def test_sample_tiles_job_says_qc_excluded_every_section(tmp_path):
    # A constant or blank stack is flagged flat throughout: the one line names the QC table
    # and the QC setting, not the tile settings that cannot help.
    raw, truth = volume(shape=(5, 64, 64))
    args = job_inputs(tmp_path, raw, truth, excluded=[True] * 5)
    kw = dict(dataset="d1", target="mito", downsample=2, size=16, count=2, seed=0)
    with pytest.raises(
        TesseraInputError,
        match=r"sections.tsv: section QC excluded every section of dataset d1, so no tile can be "
        r"cut; look at its sections.png, or set qc.exclude_flagged: false",
    ):
        sample_tiles_job(*args, tmp_path / "t", **kw)


# --------------------------------------------------------------------------------------------
# open data


def load_vnc_mitochondria(root):
    files = sorted((root / "mitochondria").glob("*.png"))
    # convert("L"): some of these masks are 1-bit PNGs, which numpy would read as bool
    return np.stack([np.asarray(Image.open(f).convert("L")) for f in files])


def test_vnc_sstem_sampled_fraction_matches_numpy(vnc_sstem):
    # Gerhard et al. 2013 (doi:10.6084/m9.figshare.856713): 20 sections of 1024 x 1024,
    # mitochondria/NN.png with values > 127 marking mitochondria (per its README).
    masks = load_vnc_mitochondria(vnc_sstem)
    assert masks.shape == (20, 1024, 1024)
    keep = list(range(14))
    reg, labels = sample_tiles_from_labels(
        masks,
        dataset="vnc",
        target="mitochondria",
        level=1,
        factors=FACTORS,
        size=128,
        count=28,
        seed=11,
        exclude_z=range(14, 20),
        threshold=127,
    )
    assert set(reg["z"]) == set(keep)
    fractions = []
    for r in reg.itertuples(index=False):
        region = masks[r.z, 2 * r.y0 : 2 * (r.y0 + 128), 2 * r.x0 : 2 * (r.x0 + 128)] > 127
        blocks = region.reshape(128, 2, 128, 2).sum(axis=(1, 3))
        mixed = np.mean((blocks > 0) & (blocks < 4))
        # numpy on the same region: 2 x 2 majority voting can only change blocks that hold
        # both classes, so the fractions differ by at most the share of such blocks
        assert abs(labels[r.tile_id].mean() - region.mean()) <= mixed
        fractions.append(labels[r.tile_id].mean())
    fractions = np.array(fractions)
    # numpy on the whole of sections 0-13: the tile mean estimates it; within 3 standard errors
    whole = np.mean(masks[keep] > 127)
    assert 0 < whole < 0.5
    standard_error = fractions.std(ddof=1) / np.sqrt(len(fractions))
    assert abs(fractions.mean() - whole) <= 3 * standard_error
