def ensure_maps(frame, node, models, fold):
    """Compute (and cache in the frame) the maps of every ancestor of `node`, not `node` itself,
    on every section `node` reads them on (its own, and with ``context_sections`` the sections
    around it), earlier stages first."""
    spec = frame.spec
    for a in ancestors(spec, node)[:-1]:
        reach = section_reach(spec, a, node)
        for offset in range(-reach, reach + 1):
            maps = frame.section(offset).maps
            if a not in maps:
                margin = frame.margins[a]
                clf = models[a].for_tile(fold)
                maps[a] = (node_map(frame, a, margin, clf, offset), margin)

Exercise directions | Each line from the line holding "standard_error = fractions.std(ddof=1)" through the end of the material above is to be printed exactly, both ends included, and no other line is to appear.

Task result |
    standard_error = fractions.std(ddof=1) / np.sqrt(len(fractions))
    assert abs(fractions.mean() - whole) <= 3 * standard_error
def ensure_maps(frame, node, models, fold):
    """Compute (and cache in the frame) the maps of every ancestor of `node`, not `node` itself,
    on every section `node` reads them on (its own, and with ``context_sections`` the sections
    around it), earlier stages first."""
    spec = frame.spec
    for a in ancestors(spec, node)[:-1]:
        reach = section_reach(spec, a, node)
        for offset in range(-reach, reach + 1):
            maps = frame.section(offset).maps
            if a not in maps:
                margin = frame.margins[a]
                clf = models[a].for_tile(fold)
                maps[a] = (node_map(frame, a, margin, clf, offset), margin)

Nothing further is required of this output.